--- What needs to be done ---
What you return should match the data below exactly, with every entry reproduced.

(Dataset entries)
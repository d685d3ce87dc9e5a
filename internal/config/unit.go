package config

import "strings"

// unit is one unit of a dimension: SI value = number * scale / per + offset.
type unit struct {
	name string
	// scale, per and offset are exact decimals; empty is 1, 1 and 0.
	scale, per, offset string
	// also are other accepted spellings.
	also []string
	// words are names that are not accepted, but understood well enough to give a hint.
	words []string
}

// Two characters stand for micro (U+00B5, U+03BC) and two for the angstrom (U+00C5, U+212B); they
// look alike, so the tables write them as numbers.

// dimension is a kind of quantity. The first unit is the one a Case holds and Resolved writes.
type dimension struct {
	// name with its article, as in "want a pressure".
	name    string
	example string
	units   []unit
}

// names are the units for a message: the plain names only.
func (d dimension) names() string {
	var names []string
	for _, u := range d.units {
		names = append(names, u.name)
	}
	return strings.Join(names, ", ")
}

// spellings are all accepted texts of the units.
func (d dimension) spellings() []string {
	var all []string
	for _, u := range d.units {
		all = append(append(all, u.name), u.also...)
	}
	return all
}

// find is the unit that is spelled so.
func (d dimension) find(text string) (unit, bool) {
	for _, u := range d.units {
		if u.name == text {
			return u, true
		}
		for _, s := range u.also {
			if s == text {
				return u, true
			}
		}
	}
	return unit{}, false
}

// dimensions are all of them, to say that mm is a length where a pressure is wanted.
func dimensions() []dimension {
	return []dimension{
		length(), pressure(), gasTemperature(), electronTemperature(), frequency(), voltage(),
		angle(), ratio(), duration(), density(), speed(), energy(), area(), capacitancePerArea(),
		capacitance(), resistanceTimesArea(), resistance(), inductanceTimesArea(), inductance(),
		powerPerArea(), power(), currentPerArea(), current(),
	}
}

func length() dimension {
	return dimension{"a length", "40 mm", []unit{
		{name: "m", words: []string{"metre", "meter", "metres", "meters"}},
		{name: "cm", scale: "1e-2"},
		{name: "mm", scale: "1e-3", words: []string{"millimetre", "millimeter"}},
		{
			name: "um", scale: "1e-6", also: []string{"\u00b5m", "\u03bcm"},
			words: []string{"micron"},
		},
		{name: "nm", scale: "1e-9"},
		{name: "in", scale: "25.4e-3", words: []string{"inch", "inches"}},
	}}
}

// The torr is 101325/760 Pa and the atmosphere 101325 Pa by definition.
func pressure() dimension {
	return dimension{"a pressure", "5 Pa", []unit{
		{name: "Pa", words: []string{"pascal", "pascals"}},
		{name: "hPa", scale: "1e2"},
		{name: "kPa", scale: "1e3"},
		{name: "MPa", scale: "1e6"},
		{name: "mPa", scale: "1e-3"},
		{name: "bar", scale: "1e5"},
		{name: "mbar", scale: "1e2", words: []string{"millibar"}},
		{
			name: "ubar", scale: "1e-1", also: []string{"\u00b5bar", "\u03bcbar"},
			words: []string{"microbar"},
		},
		{name: "Torr", scale: "101325", per: "760"},
		{name: "mTorr", scale: "101.325", per: "760", words: []string{"millitorr"}},
		{name: "atm", scale: "101325", words: []string{"atmosphere", "atmospheres"}},
	}}
}

func gasTemperature() dimension {
	return dimension{"a temperature", "300 K", []unit{
		{name: "K", words: []string{"kelvin"}},
		{
			name: "C", offset: "273.15", also: []string{"degC", "°C", "℃"},
			words: []string{"celsius", "centigrade"},
		},
	}}
}

// One eV is e/k kelvin with the exact values of the SI: e = 1.602176634e-19 C,
// k = 1.380649e-23 J/K.
func electronTemperature() dimension {
	return dimension{"an electron temperature", "3 eV", []unit{
		{name: "K", words: []string{"kelvin"}},
		{
			name: "eV", scale: "1.602176634e4", per: "1.380649",
			words: []string{"electronvolt", "electron volt"},
		},
	}}
}

func frequency() dimension {
	return dimension{"a frequency", "13.56 MHz", []unit{
		{name: "Hz", words: []string{"hertz"}},
		{name: "kHz", scale: "1e3", words: []string{"kilohertz"}},
		{name: "MHz", scale: "1e6", words: []string{"megahertz"}},
		{name: "GHz", scale: "1e9", words: []string{"gigahertz"}},
	}}
}

func voltage() dimension {
	return dimension{"a voltage", "250 V", []unit{
		{name: "V", words: []string{"volt", "volts"}},
		{name: "mV", scale: "1e-3", words: []string{"millivolt"}},
		{name: "kV", scale: "1e3", words: []string{"kilovolt"}},
	}}
}

func angle() dimension {
	const pi = "3.14159265358979323846264338327950288"
	return dimension{"an angle", "90 deg", []unit{
		{name: "rad", words: []string{"radian", "radians"}},
		{
			name: "deg", scale: pi, per: "180", also: []string{"°"},
			words: []string{"degree", "degrees"},
		},
	}}
}

func ratio() dimension {
	return dimension{"a ratio", "1 %", []unit{
		{name: "%", scale: "1e-2", words: []string{"percent", "per cent", "pct"}},
		{name: "ppm", scale: "1e-6"},
	}}
}

func duration() dimension {
	return dimension{"a time", "10 min", []unit{
		{name: "s", words: []string{"sec", "second", "seconds"}},
		{name: "ms", scale: "1e-3"},
		{name: "us", scale: "1e-6", also: []string{"\u00b5s", "\u03bcs"}},
		{name: "ns", scale: "1e-9"},
		{name: "min", scale: "60", words: []string{"minute", "minutes"}},
		{name: "h", scale: "3600", words: []string{"hr", "hour", "hours"}},
		{name: "d", scale: "86400", words: []string{"day", "days"}},
	}}
}

func density() dimension {
	return dimension{"a density", "2.56e14 /m3", []unit{
		{
			name: "/m3", also: []string{"1/m3", "m-3", "m^-3", "/m^3", "1/m^3", "m⁻³", "/m³", "1/m³"},
			words: []string{"per m3"},
		},
		{name: "/cm3", scale: "1e6", also: []string{
			"1/cm3", "cm-3", "cm^-3", "/cm^3", "1/cm^3",
			"cm⁻³", "/cm³", "1/cm³",
		}, words: []string{"per cm3", "/cc"}},
	}}
}

func speed() dimension {
	return dimension{"a growth rate", "0.3 nm/s", []unit{
		{name: "m/s"},
		{name: "mm/s", scale: "1e-3"},
		{name: "um/s", scale: "1e-6", also: []string{"\u00b5m/s", "\u03bcm/s"}},
		{name: "um/min", scale: "1e-6", per: "60", also: []string{"\u00b5m/min", "\u03bcm/min"}},
		{name: "um/h", scale: "1e-6", per: "3600", also: []string{"\u00b5m/h", "\u03bcm/h"}},
		{name: "nm/s", scale: "1e-9"},
		{name: "nm/min", scale: "1e-9", per: "60"},
		{name: "nm/h", scale: "1e-9", per: "3600"},
		{
			name: "Angstrom/s", scale: "1e-10", also: []string{"angstrom/s", "\u00c5/s", "\u212b/s"},
			words: []string{"A/s"},
		},
		{
			name: "Angstrom/min", scale: "1e-10", per: "60",
			also: []string{"angstrom/min", "\u00c5/min", "\u212b/min"}, words: []string{"A/min"},
		},
	}}
}

func energy() dimension {
	return dimension{"an energy", "20 eV", []unit{
		{name: "eV", words: []string{"electronvolt", "electron volt"}},
		{name: "meV", scale: "1e-3"},
		{name: "keV", scale: "1e3"},
	}}
}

--- Problem solution ---
repository d685d3ce87dc9e5a
filename internal/config/unit.go
package config

import "strings"

// unit is one unit of a dimension: SI value = number * scale / per + offset.
type unit struct {
	name string
	// scale, per and offset are exact decimals; empty is 1, 1 and 0.
	scale, per, offset string
	// also are other accepted spellings.
	also []string
	// words are names that are not accepted, but understood well enough to give a hint.
	words []string
}

// Two characters stand for micro (U+00B5, U+03BC) and two for the angstrom (U+00C5, U+212B); they
// look alike, so the tables write them as numbers.

// dimension is a kind of quantity. The first unit is the one a Case holds and Resolved writes.
type dimension struct {
	// name with its article, as in "want a pressure".
	name    string
	example string
	units   []unit
}

// names are the units for a message: the plain names only.
func (d dimension) names() string {
	var names []string
	for _, u := range d.units {
		names = append(names, u.name)
	}
	return strings.Join(names, ", ")
}

// spellings are all accepted texts of the units.
func (d dimension) spellings() []string {
	var all []string
	for _, u := range d.units {
		all = append(append(all, u.name), u.also...)
	}
	return all
}

// find is the unit that is spelled so.
func (d dimension) find(text string) (unit, bool) {
	for _, u := range d.units {
		if u.name == text {
			return u, true
		}
		for _, s := range u.also {
			if s == text {
				return u, true
			}
		}
	}
	return unit{}, false
}

// dimensions are all of them, to say that mm is a length where a pressure is wanted.
func dimensions() []dimension {
	return []dimension{
		length(), pressure(), gasTemperature(), electronTemperature(), frequency(), voltage(),
		angle(), ratio(), duration(), density(), speed(), energy(), area(), capacitancePerArea(),
		capacitance(), resistanceTimesArea(), resistance(), inductanceTimesArea(), inductance(),
		powerPerArea(), power(), currentPerArea(), current(),
	}
}

func length() dimension {
	return dimension{"a length", "40 mm", []unit{
		{name: "m", words: []string{"metre", "meter", "metres", "meters"}},
		{name: "cm", scale: "1e-2"},
		{name: "mm", scale: "1e-3", words: []string{"millimetre", "millimeter"}},
		{
			name: "um", scale: "1e-6", also: []string{"\u00b5m", "\u03bcm"},
			words: []string{"micron"},
		},
		{name: "nm", scale: "1e-9"},
		{name: "in", scale: "25.4e-3", words: []string{"inch", "inches"}},
	}}
}

// The torr is 101325/760 Pa and the atmosphere 101325 Pa by definition.
func pressure() dimension {
	return dimension{"a pressure", "5 Pa", []unit{
		{name: "Pa", words: []string{"pascal", "pascals"}},
		{name: "hPa", scale: "1e2"},
		{name: "kPa", scale: "1e3"},
		{name: "MPa", scale: "1e6"},
		{name: "mPa", scale: "1e-3"},
		{name: "bar", scale: "1e5"},
		{name: "mbar", scale: "1e2", words: []string{"millibar"}},
		{
			name: "ubar", scale: "1e-1", also: []string{"\u00b5bar", "\u03bcbar"},
			words: []string{"microbar"},
		},
		{name: "Torr", scale: "101325", per: "760"},
		{name: "mTorr", scale: "101.325", per: "760", words: []string{"millitorr"}},
		{name: "atm", scale: "101325", words: []string{"atmosphere", "atmospheres"}},
	}}
}

func gasTemperature() dimension {
	return dimension{"a temperature", "300 K", []unit{
		{name: "K", words: []string{"kelvin"}},
		{
			name: "C", offset: "273.15", also: []string{"degC", "°C", "℃"},
			words: []string{"celsius", "centigrade"},
		},
	}}
}

// One eV is e/k kelvin with the exact values of the SI: e = 1.602176634e-19 C,
// k = 1.380649e-23 J/K.
func electronTemperature() dimension {
	return dimension{"an electron temperature", "3 eV", []unit{
		{name: "K", words: []string{"kelvin"}},
		{
			name: "eV", scale: "1.602176634e4", per: "1.380649",
			words: []string{"electronvolt", "electron volt"},
		},
	}}
}

func frequency() dimension {
	return dimension{"a frequency", "13.56 MHz", []unit{
		{name: "Hz", words: []string{"hertz"}},
		{name: "kHz", scale: "1e3", words: []string{"kilohertz"}},
		{name: "MHz", scale: "1e6", words: []string{"megahertz"}},
		{name: "GHz", scale: "1e9", words: []string{"gigahertz"}},
	}}
}

func voltage() dimension {
	return dimension{"a voltage", "250 V", []unit{
		{name: "V", words: []string{"volt", "volts"}},
		{name: "mV", scale: "1e-3", words: []string{"millivolt"}},
		{name: "kV", scale: "1e3", words: []string{"kilovolt"}},
	}}
}

func angle() dimension {
	const pi = "3.14159265358979323846264338327950288"
	return dimension{"an angle", "90 deg", []unit{
		{name: "rad", words: []string{"radian", "radians"}},
		{
			name: "deg", scale: pi, per: "180", also: []string{"°"},
			words: []string{"degree", "degrees"},
		},
	}}
}

func ratio() dimension {
	return dimension{"a ratio", "1 %", []unit{
		{name: "%", scale: "1e-2", words: []string{"percent", "per cent", "pct"}},
		{name: "ppm", scale: "1e-6"},
	}}
}

func duration() dimension {
	return dimension{"a time", "10 min", []unit{
		{name: "s", words: []string{"sec", "second", "seconds"}},
		{name: "ms", scale: "1e-3"},
		{name: "us", scale: "1e-6", also: []string{"\u00b5s", "\u03bcs"}},
		{name: "ns", scale: "1e-9"},
		{name: "min", scale: "60", words: []string{"minute", "minutes"}},
		{name: "h", scale: "3600", words: []string{"hr", "hour", "hours"}},
		{name: "d", scale: "86400", words: []string{"day", "days"}},
	}}
}

func density() dimension {
	return dimension{"a density", "2.56e14 /m3", []unit{
		{
			name: "/m3", also: []string{"1/m3", "m-3", "m^-3", "/m^3", "1/m^3", "m⁻³", "/m³", "1/m³"},
			words: []string{"per m3"},
		},
		{name: "/cm3", scale: "1e6", also: []string{
			"1/cm3", "cm-3", "cm^-3", "/cm^3", "1/cm^3",
			"cm⁻³", "/cm³", "1/cm³",
		}, words: []string{"per cm3", "/cc"}},
	}}
}

func speed() dimension {
	return dimension{"a growth rate", "0.3 nm/s", []unit{
		{name: "m/s"},
		{name: "mm/s", scale: "1e-3"},
		{name: "um/s", scale: "1e-6", also: []string{"\u00b5m/s", "\u03bcm/s"}},
		{name: "um/min", scale: "1e-6", per: "60", also: []string{"\u00b5m/min", "\u03bcm/min"}},
		{name: "um/h", scale: "1e-6", per: "3600", also: []string{"\u00b5m/h", "\u03bcm/h"}},
		{name: "nm/s", scale: "1e-9"},
		{name: "nm/min", scale: "1e-9", per: "60"},
		{name: "nm/h", scale: "1e-9", per: "3600"},
		{
			name: "Angstrom/s", scale: "1e-10", also: []string{"angstrom/s", "\u00c5/s", "\u212b/s"},
			words: []string{"A/s"},
		},
		{
			name: "Angstrom/min", scale: "1e-10", per: "60",
			also: []string{"angstrom/min", "\u00c5/min", "\u212b/min"}, words: []string{"A/min"},
		},
	}}
}

func energy() dimension {
	return dimension{"an energy", "20 eV", []unit{
		{name: "eV", words: []string{"electronvolt", "electron volt"}},
		{name: "meV", scale: "1e-3"},
		{name: "keV", scale: "1e3"},
	}}
}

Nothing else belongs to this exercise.